Voldemort lies before Harry, broken and bloodied, his life at the end of Harry's bruised and purple first. All it would take is another sharp strike to finish the Snake King off, just as the watching crowds of Yakuza and even his fellow battered Police colleagues probably desire. Harry raises his fist, and in his mind he calls the images of his murdered parents for which he embarked on this revenge journey. But then the memory of Hagrid flashes before him, who wanted him to put away this vengeance which has consumed. Then of Dumbledore, who preached the responsibility of the martial artist for moderation and composure. And even of Sirius, who tried to manipulate Harry into this very position. In many ways Voldemort had ruined the trajectory of his life, killing his parents. But everything that had come of that made Harry who he was. Becoming a champion of the weak, wearing his proud police badge, standing up for the honour of his faithful and the criminals. What a height for a simple son of a mob member to rise. And what a distance it would be to fall if he threw it all away murdering his sworn enemy, now little more than a broken dog, beneath him. It wouldn't make sense. It wouldn't be right.

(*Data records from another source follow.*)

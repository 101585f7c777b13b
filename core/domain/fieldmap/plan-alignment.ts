/**
 * The map from one plan version's metres onto another's, composed from the alignments each version
 * stores to its previous one (x' = s·R(θ)·x + t). Comparing an earlier sweep with a later one on a
 * newer drawing walks the chain forward; the other way round inverts it.
 */
import { composeSimilarity, IDENTITY, invertSimilarity, type Similarity } from "../../analysis/geometry/similarity";

export interface PlanLink {
  id: string;
  previousPlanId: string | null;
  /** Maps the previous version's metres onto this one's; null = not set (taken as identity). */
  alignment: Similarity | null;
}

/** Earlier → later along the chain of previous versions; throws when the two are not on one chain. */
function forward(plans: ReadonlyMap<string, PlanLink>, earlierId: string, laterId: string): Similarity | null {
  // Collect later → … → earlier, then compose from the earlier end.
  const steps: Similarity[] = [];
  let at = plans.get(laterId);
  const seen = new Set<string>();
  while (at && at.id !== earlierId) {
    if (seen.has(at.id)) return null;
    seen.add(at.id);
    steps.push(at.alignment ?? IDENTITY);
    at = at.previousPlanId ? plans.get(at.previousPlanId) : undefined;
  }
  if (!at) return null;
  return steps.reverse().reduce((acc, s) => composeSimilarity(acc, s), IDENTITY);
}

export function alignmentBetween(plans: readonly PlanLink[], fromPlanId: string, toPlanId: string): Similarity {
  if (fromPlanId === toPlanId) return IDENTITY;
  const byId = new Map(plans.map((p) => [p.id, p]));
  const f = forward(byId, fromPlanId, toPlanId);
  if (f) return f;
  const b = forward(byId, toPlanId, fromPlanId);
  if (b) return invertSimilarity(b);
  throw new Error(`plans ${fromPlanId} and ${toPlanId} are not versions of one store's plan`);
}
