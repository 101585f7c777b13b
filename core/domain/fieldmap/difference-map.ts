/**
 * Later minus earlier, on the later sweep's grid. The earlier field is sampled (nearest cell) at the
 * point the stored alignment between the plan versions maps each later cell centre back to; a cell is
 * unknown (NaN, confidence 0) when either sweep did not sample it.
 */
import { applySimilarity, invertSimilarity, type Similarity } from "../../analysis/geometry/similarity";
import { checkFieldGrid, isKnown, type FieldGridLike } from "./field-grid";

export interface DifferenceGrid extends FieldGridLike {
  /** Largest |difference| over known cells (0 when none differ). */
  maxAbs: number;
}

/** Index of the cell holding plan point (x, y), or -1 outside the grid. */
export function cellAt(grid: FieldGridLike, x: number, y: number): number {
  const i = Math.floor(x / grid.cellSize);
  const j = Math.floor(y / grid.cellSize);
  if (i < 0 || j < 0 || i >= grid.width || j >= grid.height) return -1;
  return j * grid.width + i;
}

/**
 * @param earlierToLater maps the earlier sweep's plan metres onto the later sweep's (the composed
 *   alignments of the versions in between; identity for the same plan version).
 */
export function differenceMap(
  earlier: FieldGridLike,
  later: FieldGridLike,
  earlierToLater: Similarity,
): DifferenceGrid {
  checkFieldGrid(earlier, "earlier");
  checkFieldGrid(later, "later");
  const back = invertSimilarity(earlierToLater);
  const { width, height, cellSize } = later;
  const values = new Float32Array(width * height).fill(NaN);
  const confidence = new Float32Array(width * height);
  let maxAbs = 0;
  for (let j = 0; j < height; j++) {
    for (let i = 0; i < width; i++) {
      const k = j * width + i;
      if (!isKnown(later, k)) continue;
      const [ex, ey] = applySimilarity(back, [(i + 0.5) * cellSize, (j + 0.5) * cellSize]);
      const e = cellAt(earlier, ex, ey);
      if (e < 0 || !isKnown(earlier, e)) continue;
      const d = later.values[k] - earlier.values[e];
      values[k] = d;
      confidence[k] = Math.min(later.confidence[k], earlier.confidence[e]);
      if (Math.abs(d) > maxAbs) maxAbs = Math.abs(d);
    }
  }
  return { width, height, cellSize, values, confidence, maxAbs };
}
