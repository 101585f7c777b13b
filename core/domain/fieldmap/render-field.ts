/**
 * Paints a field grid into RGBA pixels, one pixel per cell (the canvas or jimp scales it over the plan
 * without smoothing). Known cells take the ramp's colour, faded where few readings back them; unknown
 * cells get a diagonal hatch with clear gaps so the plan shows through — unknown is never painted as
 * the "clean" end of the ramp.
 */
import { checkFieldGrid, FULL_CONFIDENCE, UNKNOWN_BELOW, type FieldGridLike } from "./field-grid";

export interface RenderOptions {
  /** 256 RGB triples (CONCENTRATION_LUT or DIFFERENCE_LUT). */
  lut: Uint8ClampedArray;
  /** Value → LUT index. */
  index(value: number): number;
  /** Opacity of a fully confident cell, 0..255 (the plan must stay readable under it). */
  opacity?: number;
  /** Hatch period in cells (a stripe every `hatch` cells along the diagonal). */
  hatch?: number;
}

export const HATCH_RGBA = [84, 88, 96, 120] as const;

export function renderFieldRgba(
  grid: FieldGridLike,
  options: RenderOptions,
  out?: Uint8ClampedArray,
): Uint8ClampedArray {
  checkFieldGrid(grid);
  const { width, height, values, confidence } = grid;
  const { lut, index } = options;
  if (lut.length < 256 * 3) throw new RangeError(`lut: expected 256 RGB entries, got ${lut.length / 3}`);
  const opacity = options.opacity ?? 200;
  const hatch = options.hatch ?? 6;
  const pixels = out ?? new Uint8ClampedArray(width * height * 4);
  if (pixels.length !== width * height * 4)
    throw new RangeError(`out: expected ${width * height * 4} bytes, got ${pixels.length}`);
  const span = FULL_CONFIDENCE - UNKNOWN_BELOW;
  for (let y = 0; y < height; y++) {
    const row = y * width;
    for (let x = 0; x < width; x++) {
      const k = row + x;
      const p = k * 4;
      const v = values[k];
      const c = confidence[k];
      if (!(v === v) || !(c >= UNKNOWN_BELOW)) {
        if ((x + y) % hatch === 0) {
          pixels[p] = HATCH_RGBA[0];
          pixels[p + 1] = HATCH_RGBA[1];
          pixels[p + 2] = HATCH_RGBA[2];
          pixels[p + 3] = HATCH_RGBA[3];
        } else {
          pixels[p + 3] = 0;
          pixels[p] = pixels[p + 1] = pixels[p + 2] = 0;
        }
        continue;
      }
      const i = index(v) * 3;
      pixels[p] = lut[i];
      pixels[p + 1] = lut[i + 1];
      pixels[p + 2] = lut[i + 2];
      const fade = c >= FULL_CONFIDENCE ? 1 : 0.35 + (0.65 * (c - UNKNOWN_BELOW)) / span;
      pixels[p + 3] = Math.round(opacity * fade);
    }
  }
  return pixels;
}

Harry lets his fist drop, but to his side. He replaces what would have been a killing blow with a metal cuff and before the gathered masses of cops and criminals reads the Snake King his rights and responsibilities as an arrestee. For the final scene, the trail of Voldemort plays on the station TV, with the still bruised and recovering police force all gathered around it. They celebrate as the former Yakuza Captain is sentenced, knowing his clan have forsaken him and the Snake will rot in his cell. Harry however, is the only member of the police not interested in the trial, sat at his desk. He already released his attachment to the case and his players the day he decided to spare Voldemort, and now he was free to commit his dedications elsewhere, such as to the framed photo he holds in hand, of himself and Hagrid back on the run-down market street in Horizont-Alley.
Which concludes my shotgun summary of my very own style Yakuza-style Harry Potter reimaging, informed as much by my own spur-of-the-moment ideas about what would make a good story as it was by the clichés that inform this style of cinema. With such a pitch, suddenly I find the rumour of an upcoming Harry Potter reboot not so ugly and insulting in the knowledge that it could turn out something like this. I mean it absolutely wouldn't, but it should. And I know there's so many characters I didn't include, but I was strapped for inspiration and pulled off what I could. If I were to try and make something more fully formed and including every major series character then my creative writing compulsions would force me to turn it into an actual book and this blog would have taken several months to write. Still, I hope this tease of Yakuza Potter scintillated some out there who dared to dream, like I did, what J.K.Rowling could be capable of is she wasn't such a grumpy and boring old witch.